= John French (physician) =

English physician

John French (1616–1657) was an English physician known for his contributions to chemistry (in particular, distillation) as well as for his English translations of Latin and German works.

==Life==
He was born in 1616 at Broughton, near Banbury, Oxfordshire. He obtained a B.A. degree from Oxford University in 1637 and an M.A. in 1640, qualifying as a physician with an MD in 1648. He died in 1657 near Boulogne while serving as a physician to the English army. He left a widow, Mary, and a son, John.

He lived at a time when the new science of chemistry was developing from alchemy and was an enthusiast for its application to medicine. He was known for his extensive knowledge of chemistry and was respected by scientists of the time such as Robert Boyle.

==Works==

Title page of The Art of Distillation (1651).

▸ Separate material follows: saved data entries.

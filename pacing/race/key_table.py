"""The keys of the race file as Markdown tables, for the README."""

from __future__ import annotations

from pathlib import Path

from pacing.race.keys import LIST_MARK, NOT_YET, Key, sections

START, END = "<!-- keys: start -->", "<!-- keys: end -->"


def markdown() -> str:
    """One table for every section of the race file, and what is refused for now."""
    parts = []
    for section, keys in sections().items():
        own = {name: key for name, key in keys.items() if section != "air.hours[]" or name == "at"}
        title = f"[[{section[:-2]}]]" if section.endswith(LIST_MARK) else f"[{section}]"
        parts.append(f"### `{title}`\n\n| key | may hold | default | meaning |\n|---|---|---|---|")
        parts[-1] += "".join(f"\n{_row(key)}" for key in own.values())
        if section == "air.hours[]":
            parts[-1] += (
                "\n\nThe keys of `[air]` may stand here too; what is absent is taken from there."
            )
    refused = [
        f"- `{key}`{'' if value is None else f' = {value}'}: {reason}"
        for key, value, reason in NOT_YET
    ]
    if refused:
        parts.append("### Refused for now\n\n" + "\n".join(refused))
    return "\n\n".join(parts)


def rewritten(readme: str) -> str:
    """The README's text with the tables between the two marks made anew."""
    before, rest = readme.split(START)
    return f"{before}{START}\n\n{markdown()}\n\n{END}{rest.split(END)[1]}"


def write(readme: Path | str) -> None:
    """Makes the tables of a README file anew."""
    file = Path(readme)
    file.write_text(rewritten(file.read_text(encoding="utf-8")), encoding="utf-8")


def _row(key: Key) -> str:
    default = "**required**" if key.required else key.otherwise or _shown(key.default)
    if key.required and key.otherwise:
        default = f"**required**, or {key.otherwise}"
    return f"| `{key.name}` | {_holds(key)} | {default} | {key.meaning} |"


def _holds(key: Key) -> str:
    words = key.expected.replace("one of ", "").replace(" from ", " ")
    if (key.usual_low, key.usual_high) != (key.low, key.high):
        words += f"; usual {key.usual_low:g} to {key.usual_high:g}"
    return words.replace("|", "\\|")


def _shown(default: object) -> str:
    if isinstance(default, bool):
        return "true" if default else "false"
    if default in ("", []):
        return "none"
    return f"{default:g}" if isinstance(default, int | float) else f'"{default}"'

John French is chiefly remembered for publishing in 1651 The Art of Distillation, a detailed handbook of knowledge and practice at the time, said to be possibly the earliest definitive book on distillation. However, it has been claimed that much of it was a translation of an earlier (1500) German text by Hieronymus Brunschwig.

John French was also the translator of Three Books of Occult Philosophy in 1651 (original: De Occulta Philosophia libri tres by Heinrich Cornelius Agrippa, although he was only identified as J.F. in that work. All other English translations of the book available have been merely edited versions of his work.